Laparoscopic surgery for endometrial cancer has many advantages because it is minimally-invasive, and the oncologic outcome reportedly is not inferior to that of open surgery [3,13]. Presently, laparoscopic surgery is becoming a gold standard procedure for endometrial cancer instead of open surgery.
On the other hand, the effects of the pneumoperitoneum on malignant tumors, such as port site metastasis, remain unknown [14–16]. In addition, pneumoperitoneum may adversely affect heart and respiratory diseases. In such cases, GLS without pneumoperitoneum may be considered a surgical option. GLS reduced blood loss, shortened hospital stay, and reduced complications compared to open surgery. Since this was the same result as that achieved by conventional laparoscopic surgery with pneumoperitoneum [17,18], GLS may be useful as a minimally-invasive procedure for endometrial cancer.
In GLS, the surgeon is forced to operate in a narrower operative field than with conventional insufflation. Therefore, we attempted to compensate for this deficiency by using a steep Trendelenburg position (30°) and a uterine manipulator. With this approach, we were able to perform surgery without much concern about intestinal tract interference with the operative field. On the other hand, since GLS results in no operative field disorder due to abdominal collapse caused by gas leakage, surgical procedures, such as lymph node dissection using an ultrasonic surgical aspirator, vaginal wall incision for hysterectomy, removal of the uterus from the vagina, and vaginal stump suture, were performed easily in a stable operative field. These procedures are difficult to perform when the pneumoperitoneum method is used, and this is considered an advantage of GLS.
Complications in the GLS group were significantly less than those in the open group, but this probably was due to less postoperative ileus and wound dehiscence as reported in laparoscopic surgery using pneumoperitoneum [19]. On the other hand, two cases of intraoperative complications were observed in the GLS group. These were believed due to inexperienced forceps operation in the initial introduction stage.
Regarding use of the uterine manipulator, there are two contradictory reports: in one report, intraperitoneal tumor cells increased due to contact between the manipulator and tumor [20,21]. and in one the tumor cells did not increase [22,23]. However, use of uterine manipulators reportedly had no effect on oncologic outcomes [24,25].
In our study, we showed statistically that use of a uterine manipulator did not affect recurrence or survival rates. However, since the average observation period was as short as 41 months, a longer observation period is necessary in the future.
GLS has been reported to be more proficient for beginners than the conventional laparoscopic surgery using pneumoperitoneum [26]. The proficiency of GLS by two surgeons using CUCUM analysis was recognized as a biphasic learning curve with two phases: a positive slope (phase 1, representing the initial learning curve) and a negative slope (phase 2, representing the mastery phase that shortens operative time) [27,28]. The turning points changing from phases 1 to 2 were found in the early cases before and after the tenth case in both operators. In particular, Operator 2, who was not accustomed to laparoscopic surgery, showed a significant reduction in operative time in phase 2, which indicated that GLS is easy to learn even for beginners in laparoscopic surgery. On the other hand, the fact that Operator 1 showed an operative time shorter than the average operative time from the beginning of phase 1 is probably because Operator 1 was sufficiently familiar with laparoscopic surgery. The positive slope after that time is presumed to be the result of trial and error in pursuit of a more reliable procedure as he became used to the technique.

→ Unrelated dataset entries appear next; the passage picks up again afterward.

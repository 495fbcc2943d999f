import { Command, CommandLink } from "../../ui/index.ts";
import { closingOf } from "../live/connection.ts";

interface Props {
  readonly code: number;
  onAgain(): void;
}

/** Why the sheet is no longer live, and the way out. The text stays readable beneath. */
export function ClosedNotice({ code, onAgain }: Props) {
  const { words, way } = closingOf(code);
  return (
    <div className="hl-notice" role="alert">
      <b aria-hidden="true">‡ </b>
      {words}{" "}
      {way.to === "again" || way.to === "reload" ? (
        <Command onClick={way.to === "again" ? onAgain : () => window.location.reload()}>{way.label}</Command>
      ) : (
        <CommandLink
          to={way.to === "shelf" ? "/shelf" : `/sign-in?returnTo=${encodeURIComponent(window.location.pathname)}`}
        >
          {way.label}
        </CommandLink>
      )}
    </div>
  );
}
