import { useEffect, useRef, useState } from "react";
import { isPlainNumber } from "../model/scale.ts";
import { focusHandle } from "../rule/handles.ts";
import type { RuleWord } from "./rule-word.ts";

interface Typing {
  /** What the field begins with; null: none is open. */
  readonly typed: string | null;
  readonly fault: string;
  open(first: string): void;
  /** What was entered stands when nothing is against it; else the field stays, with what is. */
  enter(source: string): void;
  /** Something else is written: what was said of the last is gone. */
  write(): void;
  /** Puts back. The keys go to the value again, unless it was `left` for something else. */
  close(left?: "left"): void;
}

interface Given {
  readonly name: string;
  onJudge(name: string, source: string): Promise<string>;
  onSettle(source: string): void;
  onWord(name: string, word: RuleWord | null): void;
  onSay(words: string): void;
}

/**
 * A value typed on the rule. A plain number stands at once; a formula is read first, and what is wrong with it is said
 * at the field, beneath the rule and aloud.
 */
export function useTyping({ name, onJudge, onSettle, onWord, onSay }: Given): Typing {
  const [typed, setTyped] = useState<string | null>(null);
  const [fault, setFault] = useState("");
  // Counts what was entered, written and closed: an answer to an earlier one is not wanted any more.
  const turn = useRef(0);
  const place = `${name}, typed`;
  useEffect(() => {
    onWord(place, fault === "" ? null : { runs: [{ run: "text", text: fault }], amiss: true });
    return () => onWord(place, null);
  }, [place, fault, onWord]);
  const begin = (first: string | null) => {
    turn.current += 1;
    setFault("");
    setTyped(first);
  };
  return {
    typed,
    fault,
    open: begin,
    close(left) {
      begin(null);
      if (left === undefined) focusHandle(name);
    },
    write() {
      turn.current += 1;
      setFault("");
    },
    enter(source) {
      const stand = () => {
        begin(null);
        onSettle(source);
        focusHandle(name);
      };
      if (isPlainNumber(source)) {
        stand();
        return;
      }
      turn.current += 1;
      const asked = turn.current;
      void onJudge(name, source).then((found) => {
        if (asked !== turn.current) return;
        setFault(found);
        if (found === "") stand();
        else onSay(found);
      });
    },
  };
}
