import type { Knex } from "knex";
import { expect, test } from "vitest";
import { openDatabase } from "../../db/index.server.ts";
import { freshDatabase } from "../support/database.ts";

async function withSession(): Promise<{ knex: Knex; person: string; hash: string }> {
  const knex = await freshDatabase();
  const database = openDatabase(knex);
  const { id } = await database.people.signIn({
    provider: "github",
    subject: "1",
    login: "ines",
    name: "Inês",
    email: null,
  });
  await database.sessions.begin("a".repeat(64), id, 30);
  return { knex, person: id, hash: "a".repeat(64) };
}

test("a session leads to its person until it is ended", async () => {
  const { knex, person, hash } = await withSession();
  const { sessions } = openDatabase(knex);
  expect(await sessions.findPerson(hash)).toEqual({ id: person, name: "Inês", email: null });
  expect(await sessions.findPerson("b".repeat(64))).toBeUndefined();
  await sessions.end(hash);
  expect(await sessions.findPerson(hash)).toBeUndefined();
});

test.each([
  ["past its last day", { expires_at: "1 second" }],
  ["unused for more than a fortnight", { last_seen_at: "15 days" }],
])("a session %s is none, and is swept", async (_why, changed) => {
  const { knex, hash } = await withSession();
  const { sessions } = openDatabase(knex);
  expect(await sessions.sweep()).toBe(0);
  const [column, ago] = Object.entries(changed)[0] ?? [];
  await knex("sessions").update({ [String(column)]: knex.raw("now() - ?::interval", [String(ago)]) });
  expect(await sessions.findPerson(hash)).toBeUndefined();
  expect(await sessions.sweep()).toBe(1);
});

test("use is noted, but not at every use", async () => {
  const { knex, hash } = await withSession();
  const { sessions } = openDatabase(knex);
  const seen = async () => (await knex("sessions").first("last_seen_at")).last_seen_at.getTime();
  const begun = await seen();
  await sessions.findPerson(hash);
  expect(await seen()).toBe(begun);
  await knex("sessions").update({ last_seen_at: knex.raw("now() - interval '1 hour'") });
  await sessions.findPerson(hash);
  expect(await seen()).toBeGreaterThanOrEqual(begun);
});

test("all sessions of a person end together, and nobody else's", async () => {
  const { knex, person, hash } = await withSession();
  const database = openDatabase(knex);
  const other = await database.people.signIn({
    provider: "github",
    subject: "2",
    login: "tormod",
    name: "Tormod",
    email: null,
  });
  await database.sessions.begin("b".repeat(64), person, 30);
  await database.sessions.begin("c".repeat(64), other.id, 30);
  expect((await database.sessions.endAll(person)).sort()).toEqual([hash, "b".repeat(64)]);
  expect(await database.sessions.findPerson("c".repeat(64))).toMatchObject({ name: "Tormod" });
});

In the comparative study between two surgeons, one a laparoscopic surgery expert and one a beginner, there was no significant difference in operative time, blood loss, and number of lymph nodes removed. We speculated that the proficiency level of laparoscopic surgery does not affect the learning of GLS. The significant difference in weight of the removed uterus between the two surgeons may be attributed to the fact that Operator 2 was a novice to laparoscopic surgery and, thus, technically avoided a large uterus.

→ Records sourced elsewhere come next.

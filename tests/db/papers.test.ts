import { expect, test } from "vitest";
import { type Database, openDatabase } from "../../db/index.server.ts";
import { someone } from "../support/cast.ts";
import { freshDatabase } from "../support/database.ts";

const PAPER = { id: "paper-00001", title: "How many reach the shore?", authors: "Inês Valadão" };

async function withPaper(): Promise<Database> {
  const database = openDatabase(await freshDatabase());
  const ines = await someone(database, "Ines");
  await database.papers.create(PAPER, ines.id);
  return database;
}

test("who begins a paper owns it; others are nothing on it", async () => {
  const database = await withPaper();
  const ines = await someone(database, "Ines");
  const stranger = await someone(database, "Stranger");
  expect(await database.papers.findFor(PAPER.id, ines.id)).toMatchObject({ ...PAPER, role: "owner", specimen: false });
  expect(await database.papers.findFor(PAPER.id, stranger.id)).toMatchObject({ role: null });
  expect(await database.papers.findFor(PAPER.id, null)).toMatchObject({ role: null });
  expect(await database.papers.findFor("no-such-paper", ines.id)).toBeUndefined();
});

test("the shelf has one's own papers, the last changed first", async () => {
  const database = await withPaper();
  const ines = await someone(database, "Ines");
  const tormod = await someone(database, "Tormod");
  await database.papers.create({ id: "paper-00002", title: "Retreating fronts", authors: "Tormod" }, tormod.id);
  await database.members.add("paper-00002", ines.id, "referee");
  const titles = async () => (await database.papers.shelf(ines.id, "")).map(({ title }) => title);
  expect(await titles()).toEqual(["Retreating fronts", "How many reach the shore?"]);
  await database.papers.describe(PAPER.id, { title: "How many?", authors: "I. Valadão" });
  expect(await titles()).toEqual(["How many?", "Retreating fronts"]);
  expect(await database.papers.shelf(tormod.id, "")).toMatchObject([{ role: "owner", putBy: false, refereed: true }]);
});

test("the shelf finds words of title and authors in any case, and signs of patterns as they stand", async () => {
  const database = await withPaper();
  const ines = await someone(database, "Ines");
  await database.papers.create({ id: "paper-00003", title: "100% of a_b", authors: "Ruo-Lan Sim" }, ines.id);
  const found = async (words: string) => (await database.papers.shelf(ines.id, words)).map(({ id }) => id);
  expect(await found("REACH")).toEqual([PAPER.id]);
  expect(await found("valadão")).toEqual([PAPER.id]);
  expect(await found("ruo-lan")).toEqual(["paper-00003"]);
  expect(await found("0% of a_b")).toEqual(["paper-00003"]);
  expect(await found("%")).toEqual(["paper-00003"]);
  expect(await found("axb")).toEqual([]);
  expect(await found("\\")).toEqual([]);
});

test("the specimen is found by its flag", async () => {
  const database = await withPaper();
  expect(await database.papers.findSpecimen()).toBeUndefined();
  const ines = await someone(database, "Ines");
  await database.papers.create({ ...PAPER, id: "specimen-001", specimen: true }, ines.id);
  expect(await database.papers.findSpecimen()).toMatchObject({ id: "specimen-001", specimen: true });
});

test("a deleted paper is gone from every shelf", async () => {
  const database = await withPaper();
  const ines = await someone(database, "Ines");
  const tormod = await someone(database, "Tormod");
  await database.members.add(PAPER.id, tormod.id, "author");
  await database.papers.remove(PAPER.id);
  expect(await database.papers.shelf(ines.id, "")).toEqual([]);
  expect(await database.papers.shelf(tormod.id, "")).toEqual([]);
});
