import { createElement } from "react";
import { renderToStaticMarkup } from "react-dom/server";
import { createMemoryRouter, RouterProvider } from "react-router";
import { describe, expect, it } from "vitest";
import { KINDS } from "../../app/cells/index.ts";
import { FUNCTIONS } from "../../app/formulas/index.ts";
import { manualContents } from "../../app/manual/index.server.ts";
import { ManualPage } from "../../app/manual/index.ts";

const contents = manualContents();

describe("the manual", () => {
  it("has pages on every kind, with every key, value and callable that the program knows", () => {
    expect(contents.kinds.map(({ name }) => name)).toEqual([...KINDS.keys()]);
    for (const { name, keys, values, callables } of contents.kinds) {
      const documentation = KINDS.get(name)?.documentation;
      expect(keys.map(({ term }) => term)).toEqual(documentation?.keys.map((key) => key.name));
      expect(values).toHaveLength(documentation?.values.length ?? -1);
      expect(callables).toHaveLength(documentation?.callables.length ?? -1);
    }
  });

  it("has every function of the formulas, and says something of each", () => {
    expect(contents.functions).toHaveLength(FUNCTIONS.length);
    for (const { meaning } of [...contents.functions, ...contents.numbers, ...contents.presentation])
      expect(meaning.length).toBeGreaterThan(3);
  });

  it("shows the figure that an example computes", () => {
    const drawn = contents.kinds.filter(({ plate }) => plate !== "").map(({ name }) => name);
    expect(drawn).toEqual(expect.arrayContaining(["profile", "counts", "tail"]));
    for (const { plate } of contents.kinds) expect(plate).not.toContain("NaN");
  });

  it("is a page whose contents lead to sections that are there", () => {
    const router = createMemoryRouter([{ path: "/", element: createElement(ManualPage, { home: "/", contents }) }]);
    const html = renderToStaticMarkup(createElement(RouterProvider, { router }));
    const places = new Set([...html.matchAll(/ id="([^"]+)"/g)].map((match) => match[1]));
    const links = [...html.matchAll(/ href="#([^"]+)"/g)].map((match) => match[1] ?? "");
    expect(links.length).toBeGreaterThan(KINDS.size);
    for (const link of links) expect(places).toContain(link);
  });
});
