import { readFileSync, statSync } from "node:fs";
import { expect, inject, onTestFinished, test } from "vitest";
import { connect } from "../../db/connection.server.ts";
import { migrateToLatest } from "../../db/migrate.server.ts";
import { migrationSource } from "../../db/migrations/index.ts";
import { dumpSchema } from "../../scripts/dump-schema.ts";
import { freshDatabase, freshDatabaseUrl } from "../support/database.ts";

async function emptyDatabaseUrl(): Promise<string> {
  const url = await freshDatabaseUrl();
  const database = connect(url);
  await database.migrate.rollback({ migrationSource }, true);
  await database.destroy();
  return url;
}

test("the migrations, run on an empty database, give the schema that is committed", async () => {
  const url = await freshDatabaseUrl();
  const committed = readFileSync(new URL("../../db/schema.sql", import.meta.url), "utf8");
  expect(await dumpSchema(url)).toBe(committed);
});

test("rolling all migrations back leaves no table of ours, and they run again", async () => {
  const database = connect(await emptyDatabaseUrl());
  onTestFinished(() => database.destroy());
  const left = await database("information_schema.tables")
    .where({ table_schema: "public" })
    .whereNot("table_name", "like", "knex_%");
  expect(left).toEqual([]);
  await migrateToLatest(database);
  expect(await database.schema.hasTable("papers")).toBe(true);
});

test("eight processes that migrate an empty database at once all succeed", async () => {
  const url = await emptyDatabaseUrl();
  const databases = Array.from({ length: 8 }, () => connect(url));
  onTestFinished(async () => {
    await Promise.all(databases.map((database) => database.destroy()));
  });
  await Promise.all(databases.map(migrateToLatest));
  expect(await databases[0]?.schema.hasTable("papers")).toBe(true);
});

test("a database migrated by a newer version is refused", async () => {
  const database = await freshDatabase();
  await database("knex_migrations").insert({ name: "9999_from_the_future", batch: 9, migration_time: new Date() });
  await expect(migrateToLatest(database)).rejects.toThrow(/9999_from_the_future/);
});

test("PostgreSQL runs as somebody else than root and listens on loopback only", async () => {
  const database = connect(inject("templateUrl").replace(/\/[^/]*$/, "/postgres"));
  onTestFinished(() => database.destroy());
  const listen: { rows: { listen_addresses: string }[] } = await database.raw("show listen_addresses");
  expect(listen.rows[0]?.listen_addresses).toBe("127.0.0.1");
  const pid: { rows: { pid: number }[] } = await database.raw("select pg_backend_pid() as pid");
  expect(statSync(`/proc/${pid.rows[0]?.pid}`).uid).not.toBe(0);
});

In GLS, the surgeon can perform operations similar to those during open surgery using forceps. Thus, GLS has the advantage of easily performing procedures, such as lymphadenectomy and suturing of the vaginal stump. We believe that this factor makes it easy for beginners to learn laparoscopic surgery. Our study showed that GLS has a high proficiency even with highly difficult laparoscopic methods if the surgeon is sufficiently proficient at open surgery.
However, this study has some limitations. First, we relied on the experience of two surgeons rather than the results from evaluations of many surgeons. Next, when comparing the results of the two surgeons, no consideration was given to the port size. Unlike with a conventional pneumoperitoneum, in GLS, multiple forceps can be inserted and operated from one port, so the difficulty of surgery increased if the port size was small. Since Operator 1 had abundant experience with laparoscopic surgery, the port size was set as small as possible in consideration of cosmesis. Therefore, it is undeniable that there is a bias in the difficulty of their surgeries. In this study, there was no difference in patient background between the two phases, but If there is a difference in surgical difficulty depending on the case, the operative time may be biased and the learning curves of both may be affected.